━━━ Extracted entries ━━━
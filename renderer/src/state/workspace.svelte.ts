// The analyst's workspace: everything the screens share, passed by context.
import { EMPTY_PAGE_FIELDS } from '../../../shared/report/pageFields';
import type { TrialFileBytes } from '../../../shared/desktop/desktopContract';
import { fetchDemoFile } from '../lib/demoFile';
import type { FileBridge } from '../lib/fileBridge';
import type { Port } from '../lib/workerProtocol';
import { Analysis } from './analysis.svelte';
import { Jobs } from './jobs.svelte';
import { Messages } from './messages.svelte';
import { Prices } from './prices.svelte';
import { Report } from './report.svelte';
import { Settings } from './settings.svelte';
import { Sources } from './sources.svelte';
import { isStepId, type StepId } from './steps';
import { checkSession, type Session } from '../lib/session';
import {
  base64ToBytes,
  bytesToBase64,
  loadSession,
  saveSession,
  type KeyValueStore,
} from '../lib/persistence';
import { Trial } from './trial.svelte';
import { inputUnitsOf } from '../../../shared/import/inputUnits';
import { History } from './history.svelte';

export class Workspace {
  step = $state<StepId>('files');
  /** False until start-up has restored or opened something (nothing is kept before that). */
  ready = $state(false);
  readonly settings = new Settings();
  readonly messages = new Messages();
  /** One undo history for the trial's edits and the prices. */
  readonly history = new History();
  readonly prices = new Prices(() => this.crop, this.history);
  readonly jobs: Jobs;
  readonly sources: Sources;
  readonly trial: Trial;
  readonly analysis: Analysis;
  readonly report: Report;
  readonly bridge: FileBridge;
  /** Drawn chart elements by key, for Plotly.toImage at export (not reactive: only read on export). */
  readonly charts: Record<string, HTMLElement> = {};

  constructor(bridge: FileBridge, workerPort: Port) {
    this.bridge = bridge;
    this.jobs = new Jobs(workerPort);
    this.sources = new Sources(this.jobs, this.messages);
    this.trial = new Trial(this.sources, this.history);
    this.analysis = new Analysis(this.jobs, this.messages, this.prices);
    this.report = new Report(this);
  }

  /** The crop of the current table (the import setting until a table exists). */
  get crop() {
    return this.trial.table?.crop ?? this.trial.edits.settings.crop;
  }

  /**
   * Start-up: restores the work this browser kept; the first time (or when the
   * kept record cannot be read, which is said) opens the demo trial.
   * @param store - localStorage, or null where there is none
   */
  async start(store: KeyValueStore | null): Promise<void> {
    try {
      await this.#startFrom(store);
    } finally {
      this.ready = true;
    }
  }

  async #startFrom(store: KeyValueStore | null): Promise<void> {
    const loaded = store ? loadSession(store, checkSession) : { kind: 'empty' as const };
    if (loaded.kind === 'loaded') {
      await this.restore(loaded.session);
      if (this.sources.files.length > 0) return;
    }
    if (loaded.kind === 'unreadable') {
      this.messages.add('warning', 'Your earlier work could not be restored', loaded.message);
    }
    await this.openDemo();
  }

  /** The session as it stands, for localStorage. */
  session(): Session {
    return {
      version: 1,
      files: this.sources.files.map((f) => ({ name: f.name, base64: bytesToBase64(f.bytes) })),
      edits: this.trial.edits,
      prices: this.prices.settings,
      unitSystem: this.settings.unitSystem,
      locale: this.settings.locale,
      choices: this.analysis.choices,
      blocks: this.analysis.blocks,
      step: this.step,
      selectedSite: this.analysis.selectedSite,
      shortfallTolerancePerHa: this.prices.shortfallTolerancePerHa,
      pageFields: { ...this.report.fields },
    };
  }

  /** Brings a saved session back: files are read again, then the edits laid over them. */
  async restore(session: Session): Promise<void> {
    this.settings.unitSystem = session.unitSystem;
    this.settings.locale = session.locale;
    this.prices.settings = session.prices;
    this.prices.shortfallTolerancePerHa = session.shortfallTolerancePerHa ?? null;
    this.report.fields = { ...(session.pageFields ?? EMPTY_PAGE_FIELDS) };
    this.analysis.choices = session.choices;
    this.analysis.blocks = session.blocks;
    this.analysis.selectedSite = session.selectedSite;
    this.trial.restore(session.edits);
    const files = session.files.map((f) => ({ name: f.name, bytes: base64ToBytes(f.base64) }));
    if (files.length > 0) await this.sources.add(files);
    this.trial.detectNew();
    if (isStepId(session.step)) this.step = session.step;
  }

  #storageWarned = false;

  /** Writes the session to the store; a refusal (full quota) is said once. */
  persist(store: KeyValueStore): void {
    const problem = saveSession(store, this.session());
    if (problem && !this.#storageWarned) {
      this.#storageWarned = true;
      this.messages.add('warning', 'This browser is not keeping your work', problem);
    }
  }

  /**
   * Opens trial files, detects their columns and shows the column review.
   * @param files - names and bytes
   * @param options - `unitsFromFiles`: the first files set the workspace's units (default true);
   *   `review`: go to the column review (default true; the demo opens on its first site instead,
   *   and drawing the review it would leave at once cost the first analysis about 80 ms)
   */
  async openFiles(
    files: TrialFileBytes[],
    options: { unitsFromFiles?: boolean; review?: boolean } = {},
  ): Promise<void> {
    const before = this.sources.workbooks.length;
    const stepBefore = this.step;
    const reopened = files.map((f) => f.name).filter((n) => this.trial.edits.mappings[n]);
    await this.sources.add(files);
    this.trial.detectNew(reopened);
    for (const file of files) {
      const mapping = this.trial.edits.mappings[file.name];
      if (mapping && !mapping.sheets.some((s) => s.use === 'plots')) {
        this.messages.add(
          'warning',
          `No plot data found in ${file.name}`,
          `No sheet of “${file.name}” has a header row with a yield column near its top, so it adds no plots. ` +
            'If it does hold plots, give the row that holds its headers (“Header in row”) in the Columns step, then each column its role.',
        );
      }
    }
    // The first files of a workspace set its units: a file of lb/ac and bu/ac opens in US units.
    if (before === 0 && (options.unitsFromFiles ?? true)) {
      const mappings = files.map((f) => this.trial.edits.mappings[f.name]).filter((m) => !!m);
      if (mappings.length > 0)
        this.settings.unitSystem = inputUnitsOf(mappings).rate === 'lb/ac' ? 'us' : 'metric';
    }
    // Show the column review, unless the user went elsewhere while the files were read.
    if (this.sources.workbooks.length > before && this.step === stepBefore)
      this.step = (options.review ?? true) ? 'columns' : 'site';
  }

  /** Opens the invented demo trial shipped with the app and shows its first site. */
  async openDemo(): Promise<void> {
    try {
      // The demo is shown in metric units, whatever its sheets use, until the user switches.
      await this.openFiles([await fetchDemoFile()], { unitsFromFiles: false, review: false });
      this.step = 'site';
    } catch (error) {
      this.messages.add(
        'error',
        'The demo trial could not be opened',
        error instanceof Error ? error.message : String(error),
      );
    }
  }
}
━━━
* _Problem requirements_: Please reproduce exactly the lines above, beginning with the first and ending with the line that contains "step = $state<StepId>('files');", and include nothing outside that range.

* _Solution to the problem_:
filename renderer/src/state/workspace.svelte.ts
// The analyst's workspace: everything the screens share, passed by context.
import { EMPTY_PAGE_FIELDS } from '../../../shared/report/pageFields';
import type { TrialFileBytes } from '../../../shared/desktop/desktopContract';
import { fetchDemoFile } from '../lib/demoFile';
import type { FileBridge } from '../lib/fileBridge';
import type { Port } from '../lib/workerProtocol';
import { Analysis } from './analysis.svelte';
import { Jobs } from './jobs.svelte';
import { Messages } from './messages.svelte';
import { Prices } from './prices.svelte';
import { Report } from './report.svelte';
import { Settings } from './settings.svelte';
import { Sources } from './sources.svelte';
import { isStepId, type StepId } from './steps';
import { checkSession, type Session } from '../lib/session';
import {
  base64ToBytes,
  bytesToBase64,
  loadSession,
  saveSession,
  type KeyValueStore,
} from '../lib/persistence';
import { Trial } from './trial.svelte';
import { inputUnitsOf } from '../../../shared/import/inputUnits';
import { History } from './history.svelte';

export class Workspace {
  step = $state<StepId>('files');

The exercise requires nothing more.